Microsoft goes even further and has integrated this strategy into their corporate marketing efforts on their website. With many of their products, you can register onlineand get access to a virtual environment with a demo script to evaluate the product remotely–without an SE! This can take a huge load off the channel or SMB SE’s shoulders. It also gives your corporate SEs an alternate option of letting a customer self evaluate in a controlled and scripted environment. This is especially useful for opportunities that you would not deem appropriate for a full SE-led evaluation.

Training
One other very valuable use of this type of platform is as a training aid. Instead of trying to get access to a classroom with a purpose-built set up, or messing around with virtual machines on laptops, you can configure the labs ahead of time, virtually, and allow students to access them through the browser on their laptops. Whereas the demo and proof of concept provide additional revenue opportunity, this is an easy way to demonstrate cost savings to the company.

In the follow up post I will detail the process and considerations for building out a virtual lab.

Reporting Structure

Here’s how it typically goes:

A startup hires a VP of Sales. S/he actively sells to customers until enough growth or funding comes in that a team of reps can be hired. The reps will be expected to be very well versed in the product details. In super technical areas, an initial SE or two may be hired to support the sales staff and perhaps participate in services implementations.

The next level of growth changes dramatically based on several variables.

The two somewhat conflicting goals when considering the reporting structure are:

  1. Checks and balances
  2. Sales alignment

Checks and Balances
In a perfect world, reps and SEs would be ideally compensated on fostering deep, long-term relationships with customers. Because this is usually not the case (they end up being purely quota based), sales engineering has morphed into having a check and balance responsibility on the account. Ask any customer which vendor role has higher credibility, reps or SEs, and SEs will always win out.

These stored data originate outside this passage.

//! One partition's state: journeys with a write-back cache, the wake index
//! (in memory), duplicate detection, offsets and metadata, committed in one sled batch.

use std::collections::BTreeSet;

// User keys are HMACs under a secret key; hashed with a per-process random
// seed (foldhash), much cheaper than SipHash on 32 bytes.
use foldhash::{HashMap, HashMapExt, HashSet, HashSetExt};

use apportion_engine::{Journey, JourneyStore, UserKey};

use apportion_engine::datadriven::PathStats;

use crate::changes::ChangeSet;
use crate::codec::{
    decode_clock, decode_journey, decode_offset, decode_stats, encode_clock, encode_journey, from_ordered_i64,
    journey_header, ordered_i64, Clock, Decision,
};
use crate::seen::Seen;
use crate::stats_keys;
use crate::StoreError;

pub(crate) const J: u8 = b'j';
/// Wake index keys that earlier builds wrote (wake time + user key); the
/// index now lives in memory, rebuilt from the journey records on open.
const W: u8 = b'w';
/// Per-event duplicate-detection keys that earlier builds wrote (the
/// digest, and an age index of it), migrated to [`Seen`] records on open.
const E: u8 = b'e';
const F: u8 = b'f';
const O: u8 = b'o';
const M: u8 = b'm';
const D: u8 = b'd';
const META_CLOCK: &str = "clock";
/// Path statistics as one record (format 1), as earlier builds kept them;
/// converted to counters (`stats_keys`) when read.
const META_STATS: &str = "stats";
const META_SNAPSHOT: &str = "snapshot";
const META_SOURCE: &str = "source";

/// A cached journey: decoded while in use, so a touch changes it in place
/// and it is encoded once per commit (only when changed), not per event;
/// encoded (the record sled holds, about half the size) once it has gone
/// cold and the cache needs room.
#[derive(Debug, Clone)]
enum Held {
    Decoded(Journey),
    Encoded(Box<[u8]>),
}

impl Held {
    fn size(&self) -> usize {
        match self {
            Held::Decoded(j) => journey_bytes(j),
            // ENTRY_OVERHEAD counts the record's allocation header.
            Held::Encoded(b) => b.len(),
        }
    }

    /// The record sled holds for this journey with wake time `wake`.
    fn record(&self, wake: Option<i64>) -> std::borrow::Cow<'_, [u8]> {
        match self {
            Held::Decoded(j) => std::borrow::Cow::Owned(encode_journey(wake, j)),
            Held::Encoded(b) => std::borrow::Cow::Borrowed(b),
        }
    }

    fn into_journey(self) -> Result<Journey, StoreError> {
        match self {
            Held::Decoded(j) => Ok(j),
            Held::Encoded(b) => Ok(decode_journey(&b)?.journey),
        }
    }
}

/// A commit collected by [`PartitionStore::prepare`], not yet written.
/// [`Prepared::write`] may run on another thread (the store's owner goes
/// on applying events meanwhile); [`PartitionStore::applied`] then finishes
/// it on the owner's.
#[derive(Debug)]
pub struct Prepared {
    changes: ChangeSet,
    /// The journeys it writes.
    written: Vec<UserKey>,
    /// The change in persisted journeys once written.
    delta: i64,
    tree: sled::Tree,
    done: bool,
    /// The changelog offset the commit is published at, recorded with it.
    changelog_offset: Option<i64>,
}

impl Prepared {
    /// Writes the commit to sled in one atomic batch (not flushed: see
    /// [`crate::Store::flush`]). Writing it twice writes the same.
    pub fn write(&mut self) -> Result<(), StoreError> {
        if !self.done {
            let mut batch = self.changes.batch();
            if let Some(o) = self.changelog_offset {
                batch.insert(crate::changelog::CHANGELOG_OFFSET_KEY, &o.to_be_bytes()[..]);
            }
            self.tree.apply_batch(batch)?;
            self.done = true;
        }
        Ok(())
    }

    /// The commit's writes (what a changelog publishes).
    pub fn changes(&self) -> &ChangeSet {
        &self.changes
    }

    /// Records, with the commit, that the local state then reflects the
    /// changelog up to `offset` (the commit's own publication).
    pub fn set_changelog_offset(&mut self, offset: i64) {
        self.changelog_offset = Some(offset);
    }
}

/// One cached user.
#[derive(Debug, Clone)]
struct Cached {
    /// The open journey; `None`: no open journey.
    journey: Option<Held>,
    /// Estimated heap bytes of `journey` (see [`Held::size`]).
    size: usize,
    wake: Option<i64>,
    persisted_exists: bool,
    dirty: bool,
    /// Access clock value of the last load or save (least recently used
    /// entries are evicted first).
    last_used: u64,
}

/// Bytes of one cache entry besides its journey: the map slot (key and
/// [`Cached`]), the hash table's control byte and spare capacity, and the
/// wake index entry (which stays, outside the budget, when the entry is
/// evicted).
const ENTRY_OVERHEAD: usize = 256;

/// Allocator bookkeeping per heap block (rounding and header), an estimate.
const ALLOC_OVERHEAD: usize = 16;

fn string_bytes(s: &str) -> usize {
    if s.is_empty() {
        0
    } else {
        s.len() + ALLOC_OVERHEAD
    }
}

If I was a sales manager that would stop me in my tracks. I can’t think of a more dangerous symptom as this effectively means a lack of trust pervades the relationship with the customer. Why most sales organizations accept that as business is usual absolutely confounds me, but that’s a separate topic. Because of more frequent turnover, overt focus on quota, changing account assignments, or similar systemic problems, SEs are often the bedrock of the customer relationship. They are trusted. SEs are put in a position of checking and balancing the rep within the account (i.e. the true guardian of the relationship).

For the record I don’t think that’s right, but I do understand that that’s how it is most of the time. With that in mind, as the sales organization grows, a separate SE management chain is usually in order to prevent the SE getting steamrolled on the account team.

The 2nd aspect of this system is that most reps and sales managers have never been in the SE role. I personally believe that most sales managers could manage SEs quite effectively. There have, however, been enough that couldn’t that it has more or less removed that as an option for all but the small and/or extremely enlightened sales organizations.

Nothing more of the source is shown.